The novel is typical of Murdoch’s tendency towards big casts of characters all up in each other’s business, hopelessly and helplessly entwined and falling in love and hate left and right. Soap operas for Oxford dons or others of their ilk.
If Philip Roth or some other august man of letters had written some of these male characters I would flame them for their chauvinism and outright creepiness. The central luminary in the book, John Robert Rosonov, is not only an asshole (yes, an asshole, an appellation none other than Nancy Pearl “liked” on Twitter), but his big secret is beyond creepy. Flesh crawling grossness. And most of the characters act like it’s a mere foible.
If Philip Roth or some other august man of letters had written some of these female characters I would have screamed at the book in rage. With little exception, the women in The Philosopher’s Pupil fall in love with the most dreadful men and they rarely have any qualms with that. They know the men are dreadful, sometimes violently so, but their love for them is so total and deep they can’t imagine being without the insufferable oafs. (Or would that be oaves? lol) What in the world was Murdoch trying to convey? Her women are not dingbats by any means, but still, I didn’t get the feeling that she was judging the men at all. Their bad behavior was just depicted as part of the landscape. Just the way it was. But goodness, this isn’t ancient history, it was published in 1983.
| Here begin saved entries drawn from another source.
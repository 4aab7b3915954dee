package loop

// CanonicalScenario returns the canonical benchmark scenario, the one of
// shared/bench/peer_numba.py: 64 users evenly spread in distance over
// 50..1000 m (d_i = 50 + 950·i/63 m), path loss 128.1 + 37.6·log10(d/1 km) dB
// (written as 52.9 dB at 10 m, exponent 3.76), no shadowing, three
// equal-power Rayleigh taps, 30 km/h at 2 GHz (f_D ≈ 55.6 Hz), 3.84 Mchip/s
// and 12.2 kbit/s (G_p = 314.75), noise figure 5 dB, other-cell ratio 0.2,
// a 1500 Hz one-bit inner loop with 1 dB steps and one slot of feedback
// delay (a command from slot t applies in slot t+2), power within
// [−50, 24] dBm starting at 0 dBm, a fixed 5 dB SIR target, 90 000 slots
// (60 s) of which the first 1 500 are warm-up, outage at target − 3 dB,
// seed 1, every tap its own RAKE finger (as in the peer). It is already
// normalised and valid.
//
// The peer's taps have a combined mean power of 1/2, not 1 (each tap is
// scaled by 0.5/L after |h|² of unit mean), so its channel is 3.01 dB below
// its stated path loss; the scenario folds that into ref_loss_db
// (52.9 + 3.0103 dB at 10 m) so that both simulate the same link budget.
func CanonicalScenario() Scenario {
	const peerTapPowerDB = 3.0103 // 10·log10(2)
	return Scenario{
		Name: "canonical-64",
		Receiver: Receiver{
			ChipRateHz:        3.84e6,
			BitRateBps:        12.2e3,
			NoiseFigureDB:     5,
			OtherCellRatio:    0.2,
			SIRAveragingSlots: 1,
			// The peer combines its three taps (100 ns apart) as separate
			// fingers: the ideal receiver, not the chip-resolved default.
			RakeFingers: RakeFingersIdealEveryTap,
			MaxFingers:  DefaultMaxFingers,
		},
		Groups: []UserGroup{{
			Name:               "all",
			Count:              64,
			Placement:          PlacementUniformDistance,
			MinDistanceM:       50,
			MaxDistanceM:       1000,
			Speeds:             []SpeedShare{{SpeedKmh: 30, Weight: 1}},
			CarrierFrequencyHz: 2e9,
			CustomTaps:         []Tap{{DelayNs: 0, PowerDB: 0}, {DelayNs: 100, PowerDB: 0}, {DelayNs: 200, PowerDB: 0}},
			Generator:          GeneratorSumOfSinusoids,
			Sinusoids:          16, // the peer's 16 sinusoids per branch
			PathLoss:           PathLoss{Model: PathLossLogDistance, RefDistanceM: 10, RefLossDB: 52.9 + peerTapPowerDB, Exponent: 3.76},
			ActivityFactor:     1,
		}},
		InnerLoop: InnerLoop{
			Mode:               InnerModeClosedLoop,
			Command:            CommandFixedStep,
			UpdateRateHz:       1500,
			StepDB:             1,
			FeedbackDelaySlots: 1,
			MinPowerDBm:        -50,
			MaxPowerDBm:        24,
			InitialPower:       InitialPowerFixed,
			InitialPowerDBm:    0,
		},
		OuterLoop: OuterLoop{
			Enabled:         false,
			BLERTarget:      DefaultBLERTarget,
			BlockSlots:      DefaultBlockSlots,
			UpStepDB:        DefaultUpStepDB,
			MinTargetDB:     DefaultMinTargetDB,
			MaxTargetDB:     DefaultMaxTargetDB,
			InitialTargetDB: 5,
		},
		Link: LinkCurve{
			Kind:         LinkLogistic,
			ThresholdDB:  3,
			SlopeDB:      DefaultSlopeDB,
			EffectiveSIR: EffectiveSIRLinearMean,
			EESMBeta:     DefaultEESMBeta,
		},
		Run: RunSettings{
			Slots:          90000,
			WarmupSlots:    1500,
			Seed:           1,
			Replications:   1,
			OutageMarginDB: 3,
			DistanceBins:   DefaultDistanceBins,
			Batches:        DefaultBatches,
		},
	}
}
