//go:build amd64 && !purego

package fading

import "unsafe"

// prefetchLines hints the CPU to bring the n 64-byte lines from p into
// its caches (prefetch_amd64.s; no effect on any result).
//
//go:noescape
func prefetchLines(p unsafe.Pointer, n int)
I have torched novels for lesser failings than this one has, so why do I love it? Because despite some characters and situations that make one think “oh brother”, the world Murdoch depicts is fascinating, her prose is a delight, and it’s so full of big ideas. In fact, one could also have a problem with the lengthy passages on philosophy, but if you are in the mood for that kind of thing, it is just the kind of thing you will like.
The Philosopher’s Pupil has reignited my love for Murdoch. So happy there are more to read and re-read. Alas, I should mention that I supposedly read this book in 2005, but at no point while reading it recently did I for one minute think I might have read it. I don’t know how I could blank so entirely on this book. I guess I’m glad I did because I wouldn’t have re-read it so soon otherwise.